Alternative Corporate Financing  

Kuwait has seen a steady increase in corporate financing, driven by the country’s strong financial sector and supportive government policies that have provided a stable environment for corporate financing activities. Nevertheless, the corporate financing landscape in Kuwait has recently been characterised by an increasing focus on alternative corporate financing as a way for corporations to raise capital without relying on traditional sources of funding such as bank loans and government programmes. This is even more likely to be the case after 26 January 2023, when the CBK raised its discount rate from 3.5% to 4.0% in response to recent developments in local and international economic conditions, global inflation, and changes to the interest rates on other major currencies.

In the post-pandemic world, many shareholding companies and banks in Kuwait are issuing – or currently looking to issue – convertible bonds and sukuk. In 2022, Boursa Kuwait witnessed the IPO of Ali AlGhanim and Sons Automotive Company. This was one of the largest private sector IPOs in Kuwait and came after numerous IPO-dry years. It is expected that convertible bonds and sukuk issuances and IPOs will continue to gain traction in 2023 and 2024 for large companies looking to raise funds.

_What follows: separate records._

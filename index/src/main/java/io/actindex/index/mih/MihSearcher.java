package io.actindex.index.mih;

import io.actindex.core.CodeBlock;
import io.actindex.core.CodeLayout;
import io.actindex.core.CodeSearcher;
import io.actindex.core.Hamming;
import io.actindex.core.Hits;
import io.actindex.core.IdSet;
import io.actindex.core.ScanKernel;
import io.actindex.core.ScanSearcher;
import io.actindex.core.TopK;
import java.util.Arrays;
import java.util.function.IntPredicate;
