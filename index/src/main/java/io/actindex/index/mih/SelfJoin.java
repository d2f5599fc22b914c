package io.actindex.index.mih;

import io.actindex.core.BadParameterException;
import io.actindex.core.CodeBlock;
import io.actindex.core.Hamming;
import io.actindex.core.ScanKernel;
import java.util.Arrays;
import java.util.function.LongConsumer;
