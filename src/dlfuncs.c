#include "dlfuncs.h"

#include <dlfcn.h>
#include <stdio.h>

int dl_funcs_load(const char *lib, const struct dl_func *f, size_t n, void **handle, char *why,
                  size_t cap)
{
    void *h = dlopen(lib, RTLD_NOW | RTLD_LOCAL);
    if (!h) {
        snprintf(why, cap, "%s", dlerror());
        return -1;
    }
    for (size_t k = 0; k < n; k++)
        if (!(*f[k].slot = dlsym(h, f[k].name))) {
            snprintf(why, cap, "%s has no %s", lib, f[k].name);
            dlclose(h);
            return -1;
        }
    *handle = h;
    return 0;
}
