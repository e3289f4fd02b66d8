/* packbook: command dispatch. Each subcommand lives in src/cmd/; errors
 * from any of them are printed here, once, and mapped to the exit status. */
#include <gsl/gsl_errno.h>
#include <langinfo.h>
#include <locale.h>
#include <stdio.h>
#include <string.h>
#include <unistd.h>

#include "cmd/cmd.h"
#include "cmd/config.h"
#include "core/utf8.h"
#include "report/report.h"

#ifndef PACKBOOK_VERSION
#define PACKBOOK_VERSION "0.0.0"
#endif

struct command {
    const char *name;
    enum pb_code (*run)(int argc, char **argv, struct app *app, struct pb_error *err);
    const char *summary;
};

static const struct command commands[] = {
    {"analyze", cmd_analyze, "one flight log in, the pack's facts out"},
    {"chemistry", cmd_chemistry, "the OCV tables and limits used, with their sources"},
    {"pack", cmd_pack, "register packs: add, list, show, edit, retire, unretire"},
    {"import", cmd_import, "analyse logs and store them as a pack's flights"},
    {"flight", cmd_flight,
     "stored flights: list, remove, move, ack (a flight that left its trend)"},
    {"fleet", cmd_fleet, "every pack's state, with retirement flags and reasons"},
    {"trend", cmd_trend, "a pack's resistance and capacity over weeks and cycles"},
    {"compare", cmd_compare, "packs side by side"},
    {"predict", cmd_predict, "safe flight time for the next sortie, with its uncertainty"},
    {"sync", cmd_sync, "send packs and flights to another store, or bring them from one"},
    {"db", cmd_db, "the history database: migrate (apply the schema steps)"},
    {"config", cmd_config, "the settings in force and where each comes from"},
    {"plot", cmd_plot, "figures of a flight, a pack's trend or the fleet (PNG, SVG, PDF)"},
};

static void print_usage(FILE *out)
{
    fprintf(out, "usage: packbook COMMAND [options] [ARGS]\n"
                 "       packbook --help | --version\n\ncommands:\n");
    for (size_t k = 0; k < sizeof commands / sizeof *commands; k++)
        fprintf(out, "  %-12s %s\n", commands[k].name, commands[k].summary);
    fprintf(out, "\nThe history (--db, $PACKBOOK_DB) is an SQLite file, or a PostgreSQL database\n"
                 "named by a connection string (postgresql://..., or 'host=... dbname=...').\n");
    fprintf(out, "\n'packbook COMMAND --help' shows a command's options; man packbook has the\n"
                 "rest, including exit statuses and the JSON keys.\n"
                 "Estimates only: never a substitute for the aircraft's low-voltage protection.\n");
}

int main(int argc, char **argv)
{
    struct app app = {argv[0], 0};
    struct pb_error err = {PB_OK, ""};

    /* GSL would abort on error; every GSL call's status is checked instead */
    gsl_set_error_handler_off();

    /* mΩ on a UTF-8 terminal, mOhm in pipes, files and other terminals; the
     * locale is only asked, then put back (numbers never depend on it) */
    if (isatty(STDOUT_FILENO) && setlocale(LC_CTYPE, "")) {
        report_set_utf8(strcmp(nl_langinfo(CODESET), "UTF-8") == 0);
        setlocale(LC_CTYPE, "C");
    }

    if (argc < 2) {
        print_usage(stderr);
        return PB_EXIT_USAGE;
    }
    const char *verb = argv[1];
    if (strcmp(verb, "--help") == 0 || strcmp(verb, "-h") == 0 || strcmp(verb, "help") == 0) {
        print_usage(stdout);
        return fflush(stdout) == 0 ? PB_EXIT_OK : PB_EXIT_INTERNAL;
    }
    if (strcmp(verb, "--version") == 0) {
        printf("packbook %s\n", PACKBOOK_VERSION);
        return fflush(stdout) == 0 ? PB_EXIT_OK : PB_EXIT_INTERNAL;
    }
    for (size_t k = 0; k < sizeof commands / sizeof *commands; k++) {
        if (strcmp(commands[k].name, verb) != 0)
            continue;
        /* the settings file first: a broken one is reported before anything runs */
        enum pb_code rc = config_load(&err);
        if (rc == PB_OK)
            rc = commands[k].run(argc - 1, argv + 1, &app, &err);
        if (rc != PB_OK) {
            /* messages quote file names and the user's text: escaped, so a
             * control sequence in them cannot reach the terminal */
            char shown[4 * PB_ERRMSG_MAX];
            fprintf(stderr, "packbook: %s\n",
                    err.msg[0] ? utf8_printable(shown, sizeof shown, err.msg) : pb_strerror(rc));
            return pb_exit_status(rc);
        }
        return app.some_failed ? PB_EXIT_SOME_FAILED : PB_EXIT_OK;
    }
    fprintf(stderr, "packbook: unknown command '%s' (see 'packbook --help')\n", verb);
    return PB_EXIT_USAGE;
}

As regards SMEs, another emerging trend that is likely to gain popularity is crowdfunding. At the beginning of 2023, the CMA issued Resolution No 10 of 2023 establishing a regulatory framework for fintech, which regulates equity crowdfunding. Only SMEs are eligible to access capital through crowdfunding in order to start their business and this excludes – inter alia – public companies, companies with a capital exceeding KWD500,000 (approximately USD1.65 million), and single-person companies.

Conclusion  

Kuwait is embarking on a sustainability journey in line with the global pace trend. It is yet to be seen if the scope of the sustainability regulations in Kuwait will soon be widened and made entirely mandatory. Corporate and government digitalisation is evolving rapidly. The regulations are catering for the rising need for alternative financing among SMEs. By taking advantage of these trends, Kuwait is on the way to creating a more efficient, sustainable, financially secure and inclusive economy.